→ **Work required**
From the records below, copy out exactly the lines from the one containing "repository 241a94937d3f3ce5" to the one containing "#: above the filter's stop band.", both included. Add nothing else.

→ **Stored data**
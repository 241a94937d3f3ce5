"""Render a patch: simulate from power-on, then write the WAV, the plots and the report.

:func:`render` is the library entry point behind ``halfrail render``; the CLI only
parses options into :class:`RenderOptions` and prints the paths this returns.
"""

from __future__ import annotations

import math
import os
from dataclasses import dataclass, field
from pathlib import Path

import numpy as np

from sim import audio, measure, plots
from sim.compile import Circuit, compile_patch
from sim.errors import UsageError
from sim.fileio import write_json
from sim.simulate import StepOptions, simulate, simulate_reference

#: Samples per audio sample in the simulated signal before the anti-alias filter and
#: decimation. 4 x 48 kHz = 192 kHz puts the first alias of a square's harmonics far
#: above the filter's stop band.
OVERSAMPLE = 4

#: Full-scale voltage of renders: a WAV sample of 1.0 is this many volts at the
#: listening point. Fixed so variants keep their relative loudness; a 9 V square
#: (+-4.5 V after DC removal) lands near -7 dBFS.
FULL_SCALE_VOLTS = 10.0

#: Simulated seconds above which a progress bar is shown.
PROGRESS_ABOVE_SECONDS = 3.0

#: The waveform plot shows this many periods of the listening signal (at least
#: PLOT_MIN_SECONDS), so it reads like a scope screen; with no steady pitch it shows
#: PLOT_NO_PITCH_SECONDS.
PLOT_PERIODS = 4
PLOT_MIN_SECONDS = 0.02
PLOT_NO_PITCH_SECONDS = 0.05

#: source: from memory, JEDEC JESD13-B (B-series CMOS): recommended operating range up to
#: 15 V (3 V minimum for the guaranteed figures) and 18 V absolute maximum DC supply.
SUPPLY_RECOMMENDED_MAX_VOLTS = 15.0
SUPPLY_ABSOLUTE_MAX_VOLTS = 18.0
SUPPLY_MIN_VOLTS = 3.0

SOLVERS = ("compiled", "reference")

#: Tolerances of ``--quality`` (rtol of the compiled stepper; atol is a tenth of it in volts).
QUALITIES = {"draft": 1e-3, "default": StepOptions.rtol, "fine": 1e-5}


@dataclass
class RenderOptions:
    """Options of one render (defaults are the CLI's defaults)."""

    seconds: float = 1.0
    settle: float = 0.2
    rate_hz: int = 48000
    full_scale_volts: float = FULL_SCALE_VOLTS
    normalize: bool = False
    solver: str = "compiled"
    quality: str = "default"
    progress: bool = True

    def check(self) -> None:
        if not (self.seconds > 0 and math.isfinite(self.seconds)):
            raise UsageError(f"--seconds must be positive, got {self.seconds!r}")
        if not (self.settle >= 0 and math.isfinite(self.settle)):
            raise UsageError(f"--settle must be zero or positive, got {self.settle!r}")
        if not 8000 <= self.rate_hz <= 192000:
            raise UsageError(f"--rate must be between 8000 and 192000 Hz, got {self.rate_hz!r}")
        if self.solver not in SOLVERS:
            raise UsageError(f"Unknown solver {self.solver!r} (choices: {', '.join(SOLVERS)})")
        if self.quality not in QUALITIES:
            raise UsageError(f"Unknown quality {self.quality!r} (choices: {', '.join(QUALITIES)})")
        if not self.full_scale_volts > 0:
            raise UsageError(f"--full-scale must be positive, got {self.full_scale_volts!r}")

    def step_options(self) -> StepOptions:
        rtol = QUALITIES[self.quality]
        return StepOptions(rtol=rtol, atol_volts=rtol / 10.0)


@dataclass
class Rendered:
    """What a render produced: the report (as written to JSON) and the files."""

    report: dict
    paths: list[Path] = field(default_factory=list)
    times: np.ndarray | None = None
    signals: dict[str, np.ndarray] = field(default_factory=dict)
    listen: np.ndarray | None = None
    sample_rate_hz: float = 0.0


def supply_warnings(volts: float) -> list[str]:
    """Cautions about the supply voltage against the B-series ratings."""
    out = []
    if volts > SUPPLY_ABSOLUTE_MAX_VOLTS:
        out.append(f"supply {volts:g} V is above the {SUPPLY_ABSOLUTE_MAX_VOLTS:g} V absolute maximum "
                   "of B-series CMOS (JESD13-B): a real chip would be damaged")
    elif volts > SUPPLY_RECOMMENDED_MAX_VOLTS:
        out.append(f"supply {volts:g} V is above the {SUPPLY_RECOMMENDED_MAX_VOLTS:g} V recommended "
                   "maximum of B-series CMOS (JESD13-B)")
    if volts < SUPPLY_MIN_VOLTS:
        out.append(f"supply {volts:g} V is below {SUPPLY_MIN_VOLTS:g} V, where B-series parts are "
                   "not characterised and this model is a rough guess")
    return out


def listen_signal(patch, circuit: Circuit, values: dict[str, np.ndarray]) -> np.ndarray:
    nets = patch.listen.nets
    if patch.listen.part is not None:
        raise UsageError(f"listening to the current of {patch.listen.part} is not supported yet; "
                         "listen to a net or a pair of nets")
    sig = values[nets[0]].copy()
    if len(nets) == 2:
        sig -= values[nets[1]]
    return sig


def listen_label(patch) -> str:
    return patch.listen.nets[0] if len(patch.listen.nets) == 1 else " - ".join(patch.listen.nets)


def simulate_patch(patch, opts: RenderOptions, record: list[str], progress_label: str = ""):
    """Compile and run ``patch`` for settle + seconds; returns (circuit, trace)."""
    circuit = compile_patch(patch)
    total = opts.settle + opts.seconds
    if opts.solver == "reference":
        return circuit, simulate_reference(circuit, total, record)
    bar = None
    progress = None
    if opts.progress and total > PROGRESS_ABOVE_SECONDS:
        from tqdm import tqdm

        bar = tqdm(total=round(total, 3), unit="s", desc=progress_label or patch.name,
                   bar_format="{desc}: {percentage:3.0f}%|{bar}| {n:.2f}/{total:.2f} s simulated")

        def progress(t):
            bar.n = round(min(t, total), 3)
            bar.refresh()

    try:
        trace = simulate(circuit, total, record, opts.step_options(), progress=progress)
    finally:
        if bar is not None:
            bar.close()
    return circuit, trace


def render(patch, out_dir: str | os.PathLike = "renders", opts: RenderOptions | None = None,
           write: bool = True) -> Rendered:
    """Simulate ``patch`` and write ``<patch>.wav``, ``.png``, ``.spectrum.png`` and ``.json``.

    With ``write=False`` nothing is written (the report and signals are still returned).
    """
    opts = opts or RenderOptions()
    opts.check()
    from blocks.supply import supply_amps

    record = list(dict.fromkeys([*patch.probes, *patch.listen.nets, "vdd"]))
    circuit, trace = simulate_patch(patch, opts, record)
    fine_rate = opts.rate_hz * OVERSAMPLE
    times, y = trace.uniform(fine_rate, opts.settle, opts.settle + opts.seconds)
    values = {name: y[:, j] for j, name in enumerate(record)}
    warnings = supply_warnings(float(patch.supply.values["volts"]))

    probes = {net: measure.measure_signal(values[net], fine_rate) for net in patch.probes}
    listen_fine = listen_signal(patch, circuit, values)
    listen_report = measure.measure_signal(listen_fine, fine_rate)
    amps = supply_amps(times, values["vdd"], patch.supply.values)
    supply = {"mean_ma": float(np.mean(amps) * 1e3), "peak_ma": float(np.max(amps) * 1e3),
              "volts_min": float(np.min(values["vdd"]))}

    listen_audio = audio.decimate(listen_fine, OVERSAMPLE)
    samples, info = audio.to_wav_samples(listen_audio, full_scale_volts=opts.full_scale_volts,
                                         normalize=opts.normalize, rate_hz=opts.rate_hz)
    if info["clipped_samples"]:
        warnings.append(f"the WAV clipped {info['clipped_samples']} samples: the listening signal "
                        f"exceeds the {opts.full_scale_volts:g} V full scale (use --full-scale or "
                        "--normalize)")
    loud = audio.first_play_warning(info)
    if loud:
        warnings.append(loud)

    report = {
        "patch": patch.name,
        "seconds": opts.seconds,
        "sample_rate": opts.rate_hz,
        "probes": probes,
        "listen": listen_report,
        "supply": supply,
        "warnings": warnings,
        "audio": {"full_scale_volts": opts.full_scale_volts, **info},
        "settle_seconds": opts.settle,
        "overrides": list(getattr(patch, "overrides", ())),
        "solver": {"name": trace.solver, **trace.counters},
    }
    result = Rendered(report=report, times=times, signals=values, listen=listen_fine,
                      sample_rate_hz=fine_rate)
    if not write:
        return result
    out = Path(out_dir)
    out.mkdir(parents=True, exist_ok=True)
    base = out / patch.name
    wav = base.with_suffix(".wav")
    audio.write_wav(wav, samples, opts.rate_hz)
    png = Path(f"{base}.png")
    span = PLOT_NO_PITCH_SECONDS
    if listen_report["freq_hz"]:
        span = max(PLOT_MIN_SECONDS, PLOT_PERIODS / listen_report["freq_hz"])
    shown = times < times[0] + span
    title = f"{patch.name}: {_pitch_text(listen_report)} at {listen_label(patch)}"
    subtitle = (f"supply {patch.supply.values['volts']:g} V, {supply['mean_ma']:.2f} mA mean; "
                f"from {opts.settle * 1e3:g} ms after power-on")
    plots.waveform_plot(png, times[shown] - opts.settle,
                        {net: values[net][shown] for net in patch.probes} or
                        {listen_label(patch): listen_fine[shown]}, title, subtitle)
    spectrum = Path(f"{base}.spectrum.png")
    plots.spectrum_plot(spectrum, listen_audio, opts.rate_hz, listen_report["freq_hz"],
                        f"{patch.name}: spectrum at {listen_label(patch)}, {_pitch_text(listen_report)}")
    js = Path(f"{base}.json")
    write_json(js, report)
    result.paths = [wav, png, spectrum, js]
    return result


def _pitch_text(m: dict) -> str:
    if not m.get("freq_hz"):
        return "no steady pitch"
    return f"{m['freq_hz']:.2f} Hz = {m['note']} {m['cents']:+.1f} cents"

---

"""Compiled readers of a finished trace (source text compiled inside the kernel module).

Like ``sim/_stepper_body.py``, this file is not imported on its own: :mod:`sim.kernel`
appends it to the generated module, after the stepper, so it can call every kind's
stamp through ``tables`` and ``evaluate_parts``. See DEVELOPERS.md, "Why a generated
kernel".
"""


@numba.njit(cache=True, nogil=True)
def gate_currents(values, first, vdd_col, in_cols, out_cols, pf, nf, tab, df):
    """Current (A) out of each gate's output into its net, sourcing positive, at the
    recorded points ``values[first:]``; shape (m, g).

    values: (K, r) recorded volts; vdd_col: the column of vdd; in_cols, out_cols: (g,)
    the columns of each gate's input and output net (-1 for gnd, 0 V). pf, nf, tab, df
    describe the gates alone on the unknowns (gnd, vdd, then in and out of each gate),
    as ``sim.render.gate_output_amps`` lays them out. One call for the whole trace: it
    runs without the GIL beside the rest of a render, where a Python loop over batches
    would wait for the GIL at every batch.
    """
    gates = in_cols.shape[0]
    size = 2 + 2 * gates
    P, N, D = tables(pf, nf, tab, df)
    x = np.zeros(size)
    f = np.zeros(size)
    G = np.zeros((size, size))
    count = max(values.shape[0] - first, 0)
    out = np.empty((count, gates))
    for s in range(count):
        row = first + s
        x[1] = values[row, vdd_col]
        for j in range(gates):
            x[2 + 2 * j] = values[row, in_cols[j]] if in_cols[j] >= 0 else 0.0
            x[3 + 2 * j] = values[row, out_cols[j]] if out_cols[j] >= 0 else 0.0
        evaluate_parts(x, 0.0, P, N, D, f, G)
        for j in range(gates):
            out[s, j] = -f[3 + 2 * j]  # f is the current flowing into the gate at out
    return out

→ **Answer**
repository 241a94937d3f3ce5
"""Render a patch: simulate from power-on, then write the WAV, the plots and the report.

:func:`render` is the library entry point behind ``halfrail render``; the CLI only
parses options into :class:`RenderOptions` and prints the paths this returns.
"""

from __future__ import annotations

import math
import os
from dataclasses import dataclass, field
from pathlib import Path

import numpy as np

from sim import audio, measure, plots
from sim.compile import Circuit, compile_patch
from sim.errors import UsageError
from sim.fileio import write_json
from sim.simulate import StepOptions, simulate, simulate_reference

#: Samples per audio sample in the simulated signal before the anti-alias filter and
#: decimation. 4 x 48 kHz = 192 kHz puts the first alias of a square's harmonics far
#: above the filter's stop band.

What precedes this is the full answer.